describe("headers", () => {
  it("say no more than they must and forbid what a browser could be talked into", async () => {
    for (const response of [
      await post(service.address, corrections, correction()),
      await post(service.address, corrections, {}),
      await send(service.address, "/healthz", undefined, { method: "GET" }),
      await send(service.address, "/nothing", undefined, { method: "GET" }),
    ]) {
      const { headers } = response;
      expect(headers["x-content-type-options"]).toBe("nosniff");
      expect(headers["content-security-policy"]).toContain("default-src 'self'");
      expect(headers["content-security-policy"]).not.toContain("upgrade-insecure-requests");
      expect(headers["x-frame-options"]).toBe("SAMEORIGIN");
      expect(headers["referrer-policy"]).toBe("no-referrer");
      expect(headers).not.toHaveProperty("x-powered-by");
      expect(headers).not.toHaveProperty("strict-transport-security");
      expect(headers).not.toHaveProperty("access-control-allow-origin");
    }
  });

  it("no ETag on the answer of a POST, and a condition does not turn it into 304", async () => {
    const first = await post(service.address, corrections, correction());
    expect(first.headers).not.toHaveProperty("etag");
    const again = await send(service.address, corrections, correction(), { headers: { "If-None-Match": "*" } });
    expect(again.status).toBe(200);
    expect(again.text).toBe(first.text);
  });

  it("JSON is declared as UTF-8 and its length is right", async () => {
    const body = correction({ readings: [{ id: "Überflug \u{1F6F0} 7", reading: 1 }] });
    const response = await post(service.address, corrections, body);
    expect(response.headers["content-type"]).toMatch(/^application\/json; charset=utf-8$/);
    expect(Number(response.headers["content-length"])).toBe(Buffer.byteLength(response.text));
    expect(JSON.parse(response.text).results[0].id).toBe("Überflug \u{1F6F0} 7");
  });

  it("HEAD on /healthz answers without a body", async () => {
    const response = await send(service.address, "/healthz", undefined, { method: "HEAD" });
    expect(response.status).toBe(200);
    expect(response.text ?? "").toBe("");
    expect(Number(response.headers["content-length"])).toBeGreaterThan(0);
  });
});

describe("ways of sending", () => {
  it.each(["application/json", "application/json; charset=utf-8", 'Application/JSON;Charset="UTF-8"'])(
    "Content-Type %s",
    async (type) => {
      const response = await send(service.address, corrections, correction(), { headers: { "Content-Type": type } });
      expect(response.status).toBe(200);
    },
  );

  it("a gzip body gives the same answer", async () => {
    const body = correction();
    const plain = await bytesOf(service, corrections, body);
    const response = await send(service.address, corrections, gzipSync(JSON.stringify(body)), {
      headers: { "Content-Encoding": "gzip" },
    });
    expect(response.status).toBe(200);
    expect(response.text).toBe(plain);
  });

  it("white space and escapes in the JSON change nothing", async () => {
    const body = correction({ readings: [{ id: "é", reading: 3_600_000 }] });
    const plain = await bytesOf(service, corrections, body);
    const spaced = JSON.stringify(body, null, 4).replace("é", String.raw`\u00e9`).replace("3600000", "3600000.0");
    expect((await send(service.address, corrections, spaced)).text).toBe(plain);
  });

  it("a body just below the limit of 16 MiB is read", async () => {
    const text = JSON.stringify(correction());
    const padded = text + " ".repeat(16 * 1024 * 1024 - text.length);
    expect((await send(service.address, corrections, padded)).status).toBe(200);
  });
});

/** Requests of every kind of trajectory that take in a good deal of their span. */
const various: Readonly<Record<string, Body>> = {
  "state-vector": correction({
    trajectory: { ...lowOrbit(), positionSigmaKm: 0.01 },
    readings: [{ id: "a", reading: 5_000_000 }, { reading: -7_000_000 }, { reading: "40000000" }],
  }),
  "state-vector, eccentric": correction({
    trajectory: { ...lowOrbit(), velocityKmPerS: [0, 6.1, 7.4] },
    readings: [{ reading: 9_000_000 }, { reading: -9_000_000 }],
  }),
  "state-table": correction({ trajectory: circleTable(100, 60, true), readings: [{ reading: 5_000_000 }] }),
  "state-table without velocities": correction({
    trajectory: circleTable(100, 60, false),
    readings: [{ reading: 5_000_000 }],
  }),
  surface: correction({ readings: [{ reading: 86_400_000 }, { reading: -86_400_000 }] }),
  track: correction({ trajectory: flight(), readings: [{ reading: 14_000_000 }] }),
};

/** The same value with the fields of every object in the opposite order; lists keep theirs. */
function reordered(value: unknown): unknown {
  if (Array.isArray(value)) return value.map(reordered);
  if (typeof value !== "object" || value === null) return value;
  return Object.fromEntries(
    Object.entries(value)
      .reverse()
      .map(([key, inner]) => [key, reordered(inner)]),
  );
}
__________________________________________________
Work out how many lines in this material contain the string "stringify", and give that number alone.

3